Please return the records below exactly as they stand.

▽

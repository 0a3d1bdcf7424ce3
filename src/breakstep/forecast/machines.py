"""Machines: described computers on which a recorded program is played.

A machine is a TOML file; ``profiles/machines/`` holds some. They are invented or generic, and figures that are common
practice rather than anybody's measurement are listed as such in the file itself. This module reads and checks
them; what a figure does to a run is said elsewhere.
"""

from __future__ import annotations

import tomllib
from pathlib import Path
from typing import Annotated, Any, Literal

from pydantic import BaseModel, ConfigDict, Field, ValidationError, model_validator

from breakstep.errors import MachineError

SUFFIX = ".toml"
RECORDED = "recorded"  # the machine that the profile was recorded on

# Times are whole nanoseconds in 64 bits, sizes whole bytes: within these limits no run that is recorded overflows them.
Positive = Annotated[float, Field(ge=1e-6, le=1e6)]
Share = Annotated[float, Field(ge=0.0, le=10.0)]
Micros = Annotated[float, Field(ge=0.0, le=1e9)]
Count = Annotated[int, Field(ge=1, le=100_000_000)]


class Section(BaseModel):
    """Base of all tables: no unknown keys, no silent conversions, finite numbers."""

    model_config = ConfigDict(extra="forbid", strict=True, frozen=True, allow_inf_nan=False)


class Network(Section):
    """``[network]``: what carries messages between nodes, and between workers of one node."""

    latency_us: Micros = Field(description="one way, between nodes [us]")
    bandwidth_gbytes: Positive = Field(description="into one worker [GB/s]")
    local_latency_us: Micros = Field(default=1.0, description="one way, between workers of one node [us]")
    local_bandwidth_gbytes: Positive = Field(default=8.0, description="between workers of one node [GB/s]")
    contention: bool = Field(default=True, description="whether messages to one worker queue for its link")


class Runtime(Section):
    """``[runtime]``: what carries out tasks there. Figures left out are those of the profile's own dispatch."""

    kind: Literal["recorded", "resident", "native", "compiled"] = Field(
        default="recorded", description="a dispatch of ours, or a runtime that is compiled"
    )
    overhead_us: Micros | None = Field(default=None, description="between two ready tasks of a thread [us]")
    message_us: Micros | None = Field(default=None, description="software's part of a message's way [us]")
    arity: Annotated[int, Field(ge=2, le=1024)] = Field(default=8, description="children in trees of workers")


class Machine(Section):
    """One machine.

    A worker is a process; its threads share memory. Workers are dealt out to nodes evenly.
    """

    name: Annotated[str, Field(pattern=r"^[a-z][a-z0-9_]*$", max_length=60)]
    title: Annotated[str, Field(min_length=1, max_length=200)]
    nodes: Count = Field(default=1, description="nodes")
    cores: Annotated[int, Field(ge=1, le=4096)] = Field(description="cores of a node")
    threads: Annotated[int, Field(ge=1, le=4096)] = Field(default=1, description="threads of a worker")
    memory_gbytes: Positive | None = Field(default=None, description="memory of a node [GB]")
    speed: Positive = Field(default=1.0, description="of a core, over that of the machine of recording")
    crowding: Share | None = Field(
        default=None, description="how much slower kernels are on a full node, less 1; the profile's own if left out"
    )
    network: Network
    runtime: Runtime = Runtime()
    common_practice: tuple[str, ...] = Field(default=(), description="keys whose figures are common practice")

    @model_validator(mode="before")
    @classmethod
    def _lists(cls, values: Any) -> Any:
        if isinstance(values, dict) and isinstance(values.get("common_practice"), list):
            return {**values, "common_practice": tuple(values["common_practice"])}
        return values

    @property
    def slots(self) -> int:
        """Cores of all nodes."""
        return self.nodes * self.cores

    def nodes_for(self, workers: int, threads: int) -> int:
        """Nodes that so many workers fill, one after the other."""
        return min(self.nodes, max(1, -(-workers * threads // self.cores)))


def library() -> Path:
    """The folder of machines that come with the package: beside this module in a wheel, else in the clone."""
    inside = Path(__file__).parent / "machine_files"
    return inside if inside.is_dir() else Path(__file__).parents[3] / "profiles" / "machines"


def shipped() -> dict[str, Path]:
    """Machines that come with the package, by name."""
    return {path.stem: path for path in sorted(library().glob(f"*{SUFFIX}"))}


def load_machine(name_or_path: str) -> Machine:
    """Read and check a machine, by the name of one that comes with the package or by path.

    Raises
    ------
    MachineError
        There is none, or all its faults together.
    """
    path = _find(name_or_path)
    try:
        tables = tomllib.loads(path.read_text(encoding="utf-8"))
    except (OSError, UnicodeDecodeError, tomllib.TOMLDecodeError) as error:
        raise MachineError(f"{path}: cannot be read as TOML ({error}); correct the file") from error
    return machine_from(tables, str(path))


def machine_from(tables: Any, source: str) -> Machine:
    """Check the tables of a machine.

    Raises
    ------
    MachineError
        All faults together, one on a line.
    """
    try:
        machine = Machine.model_validate(tables)
    except ValidationError as error:
        raise _refusal([f"{source}: {_where(one)}: {_expected(one)}" for one in error.errors()]) from error
    unknown = [key for key in machine.common_practice if not _holds(tables, key)]
    if unknown:
        raise _refusal(
            [f"{source}: common_practice: {key} is no key of this file; name keys like network.latency_us"
             for key in unknown]
        )  # fmt: skip
    return machine


def _refusal(faults: list[str]) -> MachineError:
    return MachineError("\n".join(faults), faults=faults)


def _where(error: Any) -> str:
    return ".".join(str(part) for part in error["loc"]) or "the file"


def _expected(error: Any) -> str:
    message = str(error["msg"])
    if error["type"] == "missing":
        return "expected a value, the key is missing; add it"
    if error["type"] == "extra_forbidden":
        return "no such key; take it out, or correct its spelling"
    return f"{message[:1].lower()}{message[1:]}, came {str(error.get('input'))[:60]}"


def _holds(tables: Any, key: str) -> bool:
    for part in key.split("."):
        if not isinstance(tables, dict) or part not in tables:
            return False
        tables = tables[part]
    return True


def _find(name_or_path: str) -> Path:
    path = Path(name_or_path).expanduser()
    if name_or_path.endswith(SUFFIX) or "/" in name_or_path:
        if path.is_file():
            return path
        raise MachineError(f"{name_or_path}: expected a machine's file, there is none; check the path")
    known = shipped()
    if name_or_path in known:
        return known[name_or_path]
    raise MachineError(
        f"no machine is named {name_or_path!r}; known: {', '.join([RECORDED, *known])}"
        f" (a file is given by a path that ends in {SUFFIX})"
    )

△

EXERCISE OUTPUT »
repository 0a3d1bdcf7424ce3
filename src/breakstep/forecast/machines.py
"""Machines: described computers on which a recorded program is played.

A machine is a TOML file; ``profiles/machines/`` holds some. They are invented or generic, and figures that are common
practice rather than anybody's measurement are listed as such in the file itself. This module reads and checks
them; what a figure does to a run is said elsewhere.
"""

from __future__ import annotations

import tomllib
from pathlib import Path
from typing import Annotated, Any, Literal

from pydantic import BaseModel, ConfigDict, Field, ValidationError, model_validator

from breakstep.errors import MachineError

SUFFIX = ".toml"
RECORDED = "recorded"  # the machine that the profile was recorded on

# Times are whole nanoseconds in 64 bits, sizes whole bytes: within these limits no run that is recorded overflows them.
Positive = Annotated[float, Field(ge=1e-6, le=1e6)]
Share = Annotated[float, Field(ge=0.0, le=10.0)]
Micros = Annotated[float, Field(ge=0.0, le=1e9)]
Count = Annotated[int, Field(ge=1, le=100_000_000)]


class Section(BaseModel):
    """Base of all tables: no unknown keys, no silent conversions, finite numbers."""

    model_config = ConfigDict(extra="forbid", strict=True, frozen=True, allow_inf_nan=False)


class Network(Section):
    """``[network]``: what carries messages between nodes, and between workers of one node."""

    latency_us: Micros = Field(description="one way, between nodes [us]")
    bandwidth_gbytes: Positive = Field(description="into one worker [GB/s]")
    local_latency_us: Micros = Field(default=1.0, description="one way, between workers of one node [us]")
    local_bandwidth_gbytes: Positive = Field(default=8.0, description="between workers of one node [GB/s]")
    contention: bool = Field(default=True, description="whether messages to one worker queue for its link")


class Runtime(Section):
    """``[runtime]``: what carries out tasks there. Figures left out are those of the profile's own dispatch."""

    kind: Literal["recorded", "resident", "native", "compiled"] = Field(
        default="recorded", description="a dispatch of ours, or a runtime that is compiled"
    )
    overhead_us: Micros | None = Field(default=None, description="between two ready tasks of a thread [us]")
    message_us: Micros | None = Field(default=None, description="software's part of a message's way [us]")
    arity: Annotated[int, Field(ge=2, le=1024)] = Field(default=8, description="children in trees of workers")


class Machine(Section):
    """One machine.

    A worker is a process; its threads share memory. Workers are dealt out to nodes evenly.
    """

    name: Annotated[str, Field(pattern=r"^[a-z][a-z0-9_]*$", max_length=60)]
    title: Annotated[str, Field(min_length=1, max_length=200)]
    nodes: Count = Field(default=1, description="nodes")
    cores: Annotated[int, Field(ge=1, le=4096)] = Field(description="cores of a node")
    threads: Annotated[int, Field(ge=1, le=4096)] = Field(default=1, description="threads of a worker")
    memory_gbytes: Positive | None = Field(default=None, description="memory of a node [GB]")
    speed: Positive = Field(default=1.0, description="of a core, over that of the machine of recording")
    crowding: Share | None = Field(
        default=None, description="how much slower kernels are on a full node, less 1; the profile's own if left out"
    )
    network: Network
    runtime: Runtime = Runtime()
    common_practice: tuple[str, ...] = Field(default=(), description="keys whose figures are common practice")

    @model_validator(mode="before")
    @classmethod
    def _lists(cls, values: Any) -> Any:
        if isinstance(values, dict) and isinstance(values.get("common_practice"), list):
            return {**values, "common_practice": tuple(values["common_practice"])}
        return values

    @property
    def slots(self) -> int:
        """Cores of all nodes."""
        return self.nodes * self.cores

    def nodes_for(self, workers: int, threads: int) -> int:
        """Nodes that so many workers fill, one after the other."""
        return min(self.nodes, max(1, -(-workers * threads // self.cores)))


def library() -> Path:
    """The folder of machines that come with the package: beside this module in a wheel, else in the clone."""
    inside = Path(__file__).parent / "machine_files"
    return inside if inside.is_dir() else Path(__file__).parents[3] / "profiles" / "machines"


def shipped() -> dict[str, Path]:
    """Machines that come with the package, by name."""
    return {path.stem: path for path in sorted(library().glob(f"*{SUFFIX}"))}


def load_machine(name_or_path: str) -> Machine:
    """Read and check a machine, by the name of one that comes with the package or by path.

    Raises
    ------
    MachineError
        There is none, or all its faults together.
    """
    path = _find(name_or_path)
    try:
        tables = tomllib.loads(path.read_text(encoding="utf-8"))
    except (OSError, UnicodeDecodeError, tomllib.TOMLDecodeError) as error:
        raise MachineError(f"{path}: cannot be read as TOML ({error}); correct the file") from error
    return machine_from(tables, str(path))


def machine_from(tables: Any, source: str) -> Machine:
    """Check the tables of a machine.

    Raises
    ------
    MachineError
        All faults together, one on a line.
    """
    try:
        machine = Machine.model_validate(tables)
    except ValidationError as error:
        raise _refusal([f"{source}: {_where(one)}: {_expected(one)}" for one in error.errors()]) from error
    unknown = [key for key in machine.common_practice if not _holds(tables, key)]
    if unknown:
        raise _refusal(
            [f"{source}: common_practice: {key} is no key of this file; name keys like network.latency_us"
             for key in unknown]
        )  # fmt: skip
    return machine


def _refusal(faults: list[str]) -> MachineError:
    return MachineError("\n".join(faults), faults=faults)


def _where(error: Any) -> str:
    return ".".join(str(part) for part in error["loc"]) or "the file"


def _expected(error: Any) -> str:
    message = str(error["msg"])
    if error["type"] == "missing":
        return "expected a value, the key is missing; add it"
    if error["type"] == "extra_forbidden":
        return "no such key; take it out, or correct its spelling"
    return f"{message[:1].lower()}{message[1:]}, came {str(error.get('input'))[:60]}"


def _holds(tables: Any, key: str) -> bool:
    for part in key.split("."):
        if not isinstance(tables, dict) or part not in tables:
            return False
        tables = tables[part]
    return True


def _find(name_or_path: str) -> Path:
    path = Path(name_or_path).expanduser()
    if name_or_path.endswith(SUFFIX) or "/" in name_or_path:
        if path.is_file():
            return path
        raise MachineError(f"{name_or_path}: expected a machine's file, there is none; check the path")
    known = shipped()
    if name_or_path in known:
        return known[name_or_path]
    raise MachineError(
        f"no machine is named {name_or_path!r}; known: {', '.join([RECORDED, *known])}"
        f" (a file is given by a path that ends in {SUFFIX})"
    )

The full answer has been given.